With the Palin pick, Arizona Sen. John McCain has helped erase some of the enthusiasm gap in Nevada, with Republican hope, energy and volunteer participation on the rise, according to GOP volunteers interviewed this week.

“Sarah brought me in,” said Linda Lee Burnett, who was making phone calls at state Republican headquarters in Las Vegas this week. “She rocked the base,” said Burnett, a naturalized citizen from Canada and longtime conservative activist.

Burnett came in about a week ago and had put in 15 hours, she said.

Analysts say McCain’s first task was to excite his Republican base, and he’s done it. In fact, here’s how much he’s done it: People are demanding yard signs that say “McCain/Palin,” rather than just “McCain,” according to a Republican operative.

Why do they like her so much?

The answers vary. Her conservative bona fides are important to Charity Chase, a young libertarian: “What she stands for and her record,” Chase said at Republican headquarters. McCain has long had problems with conservatives, who see one of their own in Palin.

Other interviews reveal an admiration of Palin’s remarkable unpretentiousness — working mother with a pregnant teenage daughter, high-end blue-collar hobbies such as moose hunting and snowmobiling. They can relate to her life easily.

“When you’re a mother, you have better instincts and can solve problems,” said Kayla Carter, who at 16 is working on her first campaign. She was calling voters from a Henderson office.

But Republicans also love that Palin’s no average working mom — she’s like an average working mom with extraspecial life force that has fueled a rocket rise, taking on the allegedly corrupt Alaska Republican establishment and beating it in 2006.

“She’s like the average person who does everything,” said Ana Wood, a volunteer at the Henderson office.

The Palin fever is reminiscent of the aura of excitement that’s surrounded Democratic nominee Sen. Barack Obama since his famous keynote address at the 2004 Democratic National Convention.

National Review, the venerable conservative magazine, has Palin on its cover this week, with a slightly tongue-in-cheek headline: “The One!”

Georgia Parker, who volunteered many hours for President Bush in 2004, came into the Henderson office for the first time this week proclaiming Palin “emanates pureness.”

McCain has closed what had been a yawning gap between the two parties on enthusiasm, with 74 percent of Republicans now satisfied with their candidate, up from 49 percent this summer, according to recent polling by the Pew Research Center for the People & the Press.

This excitement matters, according to Michael McDonald, a political scientist who studies voter behavior at the Brookings Institution and George Mason University. “Volunteers, small donors, the people who participate actively, they have to be enthusiastic about participating. They won’t participate if they don’t care much about the candidates,” he said.

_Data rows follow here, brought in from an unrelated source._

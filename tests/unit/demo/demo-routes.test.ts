/**
 * The demo routes (db/demo/generate-routes.ts) measured by our own route library (lib/route) and by plain
 * geometry: each feature the demo promises is there, on the invented island, every run the same.
 */
import { readFileSync } from "node:fs";
import { describe, expect, it } from "vitest";
import { demoRoutes } from "@/db/demo/generate-routes";
import { coastlineRing, lakes } from "@/db/demo/region";
import { geodesicDistance, GPX_1_1_NS, parseGpx, type ProcessedRoute } from "@/lib/route";
import { demo, haversineM, inRing, swings } from "./demo-helpers";

const get = (slug: string): ProcessedRoute => {
  const r = demo().processed.get(slug);
  if (!r) throw new Error(`no demo route ${slug}`);
  return r;
};
const pct = (g: number) => g * 100;

describe("demo GPX files", () => {
  it("are GPX 1.1 by the Fadeline demo generator that our parser reads without a problem or warning", () => {
    const { routes } = demo();
    expect(routes.map((r) => r.slug)).toEqual(["tallowmere-to-kestrel-gap", "cinder-flats-loop", "marrow-creek-track"]);
    for (const r of routes) {
      // Topografix GPX 1.1 schema: root `gpx` in the 1.1 namespace with `version` and `creator` attributes.
      expect(r.gpx).toContain(`<gpx xmlns="${GPX_1_1_NS}"`);
      expect(r.gpx).toMatch(/ version="1\.1" creator="Fadeline demo generator">/);
      const parsed = parseGpx(r.gpx);
      expect(parsed.ok).toBe(true);
      if (parsed.ok) expect(parsed.warnings).toEqual([]);
      expect(get(r.slug).warnings).toEqual([]);
      expect(get(r.slug).gpx.name).toBe(r.name);
    }
  });

  it("are deterministic and match the files in tests/fixtures/gpx/demo (rerun db/demo/write-demo-gpx.ts if not)", () => {
    const again = demoRoutes();
    expect(again.map((r) => r.gpx)).toEqual(demo().routes.map((r) => r.gpx));
    for (const r of again) {
      const file = readFileSync(new URL(`../../fixtures/gpx/demo/${r.slug}.gpx`, import.meta.url), "utf8");
      expect(file === r.gpx, `${r.slug}.gpx is stale`).toBe(true);
    }
  });

  it("lie on the invented island and never on its lake (point in polygon)", () => {
    const coast = coastlineRing();
    const lake = lakes()[0]?.ring ?? [];
    for (const slug of demo().processed.keys()) {
      const { gpx } = get(slug);
      const points = [...gpx.tracks.flatMap((t) => t.segments.flat()), ...gpx.waypoints];
      expect(points.length).toBeGreaterThan(1000);
      const off = points.filter((p) => !inRing(p.lon, p.lat, coast) || inRing(p.lon, p.lat, lake));
      expect(off, slug).toEqual([]);
    }
  });

  it("are recorded like a towing rig: a fix about every 5–15 m, times increasing, plausible speeds", () => {
    for (const slug of demo().processed.keys()) {
      for (const seg of get(slug).gpx.tracks[0]?.segments ?? []) {
        const steps = seg.slice(1).map((p, i) => {
          const q = seg[i];
          if (!q || p.timeS === null || q.timeS === null) throw new Error("missing time");
          return { m: geodesicDistance(q.lat, q.lon, p.lat, p.lon), s: p.timeS - q.timeS };
        });
        const metres = steps.map((s) => s.m).sort((a, b) => a - b);
        const median = metres[Math.floor(metres.length / 2)] as number;
        expect(median).toBeGreaterThan(5);
        expect(median).toBeLessThan(15);
        expect(metres[Math.floor(metres.length * 0.98)]).toBeLessThan(17);
        expect(steps.every((s) => s.s >= 1)).toBe(true);
        expect(Math.max(...steps.map((s) => s.m / s.s))).toBeLessThan(17); // < 61 km/h
      }
    }
  });
});

describe("Tallowmere to Kestrel Gap", () => {
  it("is 60–90 km long", () => {
    const { lengthM } = get("tallowmere-to-kestrel-gap").stats;
    expect(lengthM).toBeGreaterThan(60_000);
    expect(lengthM).toBeLessThan(90_000);
  });

  it("has one long descent of ≥ 8 km whose mean and steepest-1-km grades lie in the 8–10 % band", () => {
    const long = get("tallowmere-to-kestrel-gap").descents.filter((d) => d.lengthM >= 8000);
    expect(long).toHaveLength(1);
    const d = long[0];
    if (!d) return;
    expect(pct(d.meanGrade)).toBeLessThanOrEqual(-8);
    expect(pct(d.meanGrade)).toBeGreaterThanOrEqual(-10);
    expect(pct(d.steepest1kmGrade)).toBeLessThanOrEqual(-8);
    expect(pct(d.steepest1kmGrade)).toBeGreaterThanOrEqual(-10);
    expect(d.dropM).toBeGreaterThan(700);
  });

  it("climbs to the pass on hairpins: curve radius under 35 m at several separate bends before the crest", () => {
    const r = get("tallowmere-to-kestrel-gap");
    const crest = r.descents.find((d) => d.lengthM >= 8000)?.startIndex ?? 0;
    let bends = 0;
    for (let i = 1; i < crest; i++) if ((r.profile.curveRadiusM[i] as number) < 35 && !((r.profile.curveRadiusM[i - 1] as number) < 35)) bends++;
    expect(bends).toBeGreaterThanOrEqual(6);
  });

  it("has a lookout at the crest and a camp part-way down the long descent (waypoints)", () => {
    const r = get("tallowmere-to-kestrel-gap");
    const d = r.descents.find((x) => x.lengthM >= 8000);
    if (!d) throw new Error("no long descent");
    const nearest = (lat: number, lon: number) => {
      let best = { m: Infinity, atM: 0 };
      for (let i = 0; i < r.profile.lat.length; i++) {
        const m = haversineM(lat, lon, r.profile.lat[i] as number, r.profile.lon[i] as number);
        if (m < best.m) best = { m, atM: r.profile.distanceM[i] as number };
      }
      return best;
    };
    const wpt = (name: string) => r.gpx.waypoints.find((w) => w.name === name);
    const lookout = wpt("Greyvane Lookout");
    const camp = wpt("Fernhollow Camp");
    if (!lookout || !camp) throw new Error("waypoints missing");
    const l = nearest(lookout.lat, lookout.lon);
    expect(l.m).toBeLessThan(200);
    expect(Math.abs(l.atM - d.startDistanceM)).toBeLessThan(500);
    const c = nearest(camp.lat, camp.lon);
    expect(c.m).toBeLessThan(100);
    expect(c.atM).toBeGreaterThan(d.startDistanceM + 0.2 * d.lengthM);
    expect(c.atM).toBeLessThan(d.endDistanceM - 0.2 * d.lengthM);
  });
});

describe("Cinder Flats loop", () => {
  it("is a 30–50 km loop that ends where it starts", () => {
    const r = get("cinder-flats-loop");
    expect(r.stats.lengthM).toBeGreaterThan(30_000);
    expect(r.stats.lengthM).toBeLessThan(50_000);
    const n = r.profile.lat.length - 1;
    expect(haversineM(r.profile.lat[0] as number, r.profile.lon[0] as number, r.profile.lat[n] as number, r.profile.lon[n] as number)).toBeLessThan(100);
  });

  it("rolls: at least eight climbs and dips of 20–60 m", () => {
    const r = get("cinder-flats-loop");
    const s = swings(r.profile.elevationM, 0, r.profile.elevationM.length - 1, 20);
    expect(s.filter((h) => h >= 20 && h <= 60).length).toBeGreaterThanOrEqual(8);
  });

  it("has a short, very steep pitch: steeper than 15 % over 200 m down, and up, for 200–400 m", () => {
    const r = get("cinder-flats-loop");
    const steep = r.descents.filter((d) => d.steepest200mGrade <= -0.15);
    expect(steep).toHaveLength(1);
    const { distanceM: d, elevationM: e } = r.profile;
    const n = d.length;
    // Longest stretch whose mean grade is at least 15 % (down or up), plain arithmetic on the profile.
    const longest = (sign: 1 | -1) => {
      let best = 0;
      for (let i = 0; i < n; i++) {
        for (let j = i + 1; j < n && (d[j] as number) - (d[i] as number) < 1000; j++) {
          const run = (d[j] as number) - (d[i] as number);
          if (sign * ((e[j] as number) - (e[i] as number)) >= 0.15 * run) best = Math.max(best, run);
        }
      }
      return best;
    };
    for (const sign of [-1, 1] as const) {
      expect(longest(sign)).toBeGreaterThanOrEqual(200);
      expect(longest(sign)).toBeLessThanOrEqual(400);
    }
  });
});

describe("Marrow Creek track (two segments)", () => {
  it("has two segments; the ferry gap of 1–3 km is not counted as distance", () => {
    const r = get("marrow-creek-track");
    const segments = r.gpx.tracks[0]?.segments ?? [];
    expect(segments).toHaveLength(2);
    expect(r.stats.segmentCount).toBe(2);
    expect(Array.from(r.profile.gapAfter).filter((g) => g === 1)).toHaveLength(1);
    const [one, two] = segments as [typeof segments[number], typeof segments[number]];
    const end = one[one.length - 1];
    const start = two[0];
    if (!end || !start) throw new Error("empty segment");
    const gapM = haversineM(end.lat, end.lon, start.lat, start.lon);
    expect(gapM).toBeGreaterThan(1000);
    expect(gapM).toBeLessThan(3000);
    // Driven length = sum of the segments' own lengths (point to point, haversine); the gap adds nothing.
    const driven = [one, two].reduce((sum, seg) => sum + seg.slice(1).reduce((s, p, i) => s + haversineM(seg[i]?.lat ?? 0, seg[i]?.lon ?? 0, p.lat, p.lon), 0), 0);
    expect(Math.abs(r.stats.lengthM - driven) / driven).toBeLessThan(0.02);
  });

  it("has a moderate descent in each segment and none across the gap", () => {
    const r = get("marrow-creek-track");
    const gapAt = r.profile.distanceM[Array.from(r.profile.gapAfter).indexOf(1)] as number;
    const before = r.descents.filter((d) => d.endDistanceM <= gapAt);
    const after = r.descents.filter((d) => d.startDistanceM > gapAt);
    expect(before.length + after.length).toBe(r.descents.length);
    for (const part of [before, after]) {
      const main = part.reduce((a, b) => (b.dropM > a.dropM ? b : a));
      expect(main.dropM).toBeGreaterThan(150);
      expect(pct(main.meanGrade)).toBeGreaterThan(-7.5);
      expect(pct(main.meanGrade)).toBeLessThan(-4);
    }
  });
});
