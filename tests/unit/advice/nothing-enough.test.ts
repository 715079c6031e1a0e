/**
 * "When nothing is enough": reported when no gear (held), no speed step from walking pace up (in its lowest
 * gear, held, converter locked) and no cool-down stops keep every brake below the hot line and the fluid below
 * boil risk; and not reported when something is enough. The words say why (which brake, how far past which
 * line) and what would change it. The rig and route are ours: a silly heavy rig on tiny brakes, a long steep
 * descent.
 */

import { describe, expect, it } from "vitest";
import { adviseRig, isBelow, outcomeOf, renderDescentAdvice } from "@/lib/advice";
import { runHeatRun } from "@/lib/thermal";
import { oneDescent, SILLY_RIG, UTE_VAN } from "./scenarios";

describe("nothing is enough", () => {
  const route = oneDescent(-0.12, 8000);
  const advice = adviseRig({ route: route.profile, descents: route.descents, rig: SILLY_RIG });
  const a = advice.descents[0]!;
  const { descent } = route;
  const rerun = (gear: number, speedMs?: number) =>
    outcomeOf(
      runHeatRun(route.profile, SILLY_RIG, {
        controls: [{ startM: descent.startDistanceM, endM: descent.endDistanceM, gear, ...(speedMs ? { speedMs } : {}) }],
      }),
      descent.startDistanceM,
      descent.endDistanceM,
    );

  it("is reported for a 4.5 t rig on tiny brakes down 12 % for 8 km", () => {
    expect(a.nothingIsEnough).toBe(true);
    expect(a.plan.status).toBe("above-hot");
    expect(advice.verdict).toBe("not advised");
    expect(a.gear.gear).toBeNull();
    expect(a.speed.speedMs).toBeNull();
  });

  it("holds up in full re-runs: 1st gear held, at walking pace and at 25 km/h, stays at or above hot", () => {
    expect(isBelow(rerun(1, 10 / 3.6), "hot")).toBe(false);
    expect(isBelow(rerun(1, 25 / 3.6), "hot")).toBe(false);
    expect(isBelow(rerun(1), "hot")).toBe(false);
    expect(isBelow(a.walkingPace, "hot")).toBe(false);
  });

  it("says so plainly, says the brakes may fail, and suggests another route, less load, or a brake upgrade by a licensed mechanic", () => {
    const text = renderDescentAdvice(a, "metric").lines[0]!;
    expect(text).toMatch(/^Plan: not enough\. No gear, held speed or cool-down stop we can suggest keeps these brakes out of the fade range/);
    expect(text).toContain("the brakes may fail");
    for (const option of ["carry less load", "have a brake upgrade assessed by a licensed mechanic", "choose another route"]) expect(text).toContain(option);
    expect(text).not.toMatch(/[Nn]othing is enough/);
  });
});

describe("something is enough", () => {
  it("is not reported for the ute and caravan on 8 % over 3 km (1st gear held is enough)", () => {
    const route = oneDescent(-0.08, 3000);
    const a = adviseRig({ route: route.profile, descents: route.descents, rig: UTE_VAN }).descents[0]!;
    expect(a.nothingIsEnough).toBe(false);
    expect(isBelow(a.walkingPace, "hot")).toBe(true);
  });

  it("is not reported for the ute and caravan on 10 % over 2 km", () => {
    const route = oneDescent(-0.1, 2000);
    const advice = adviseRig({ route: route.profile, descents: route.descents, rig: UTE_VAN });
    const a = advice.descents[0]!;
    expect(a.nothingIsEnough).toBe(false);
    expect(advice.verdict).toBe("clear with advice");
  });
});
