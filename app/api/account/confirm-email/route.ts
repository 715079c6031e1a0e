import { getDb } from "@/db";
import { readJson, route } from "@/lib/http";
import { confirmEmail } from "@/lib/server/accounts";
import { invitationTokenSchema } from "@/lib/validation/organisation";

/** POST /api/account/confirm-email { token }: confirms the address a sign-up link was sent to. */
export const POST = route(async (request) => {
  const { token } = await readJson(request, invitationTokenSchema, 1024);
  const { email } = await confirmEmail(getDb(), token);
  return Response.json({ status: "confirmed", email });
});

This seems obvious, but is increasingly important. Campaigns once relied heavily on TV advertising, but are in the process of returning campaigning to its roots in person-to-person politics because they believe it’s more effective.

As Yale political scientist Donald Green has shown, interactions with neighbors and friends are often the most effective way to win votes. The new Palin Nevada volunteers widen McCain’s potential pool of voters because the volunteers will chat up their own social and family networks.

Analysts think these social, family and church networks were crucial to President Bush’s 2004 reelection.

The only downside of the Palin bounce for McCain: She’s become a polarizing figure, McDonald said, without the sort of appeal to independents that McCain had hoped for.

Indeed, according to the most recent New York Times poll, Palin has helped McCain only with the Republican base.

But for the Republican volunteers at offices in Southern Nevada, that hardly matters.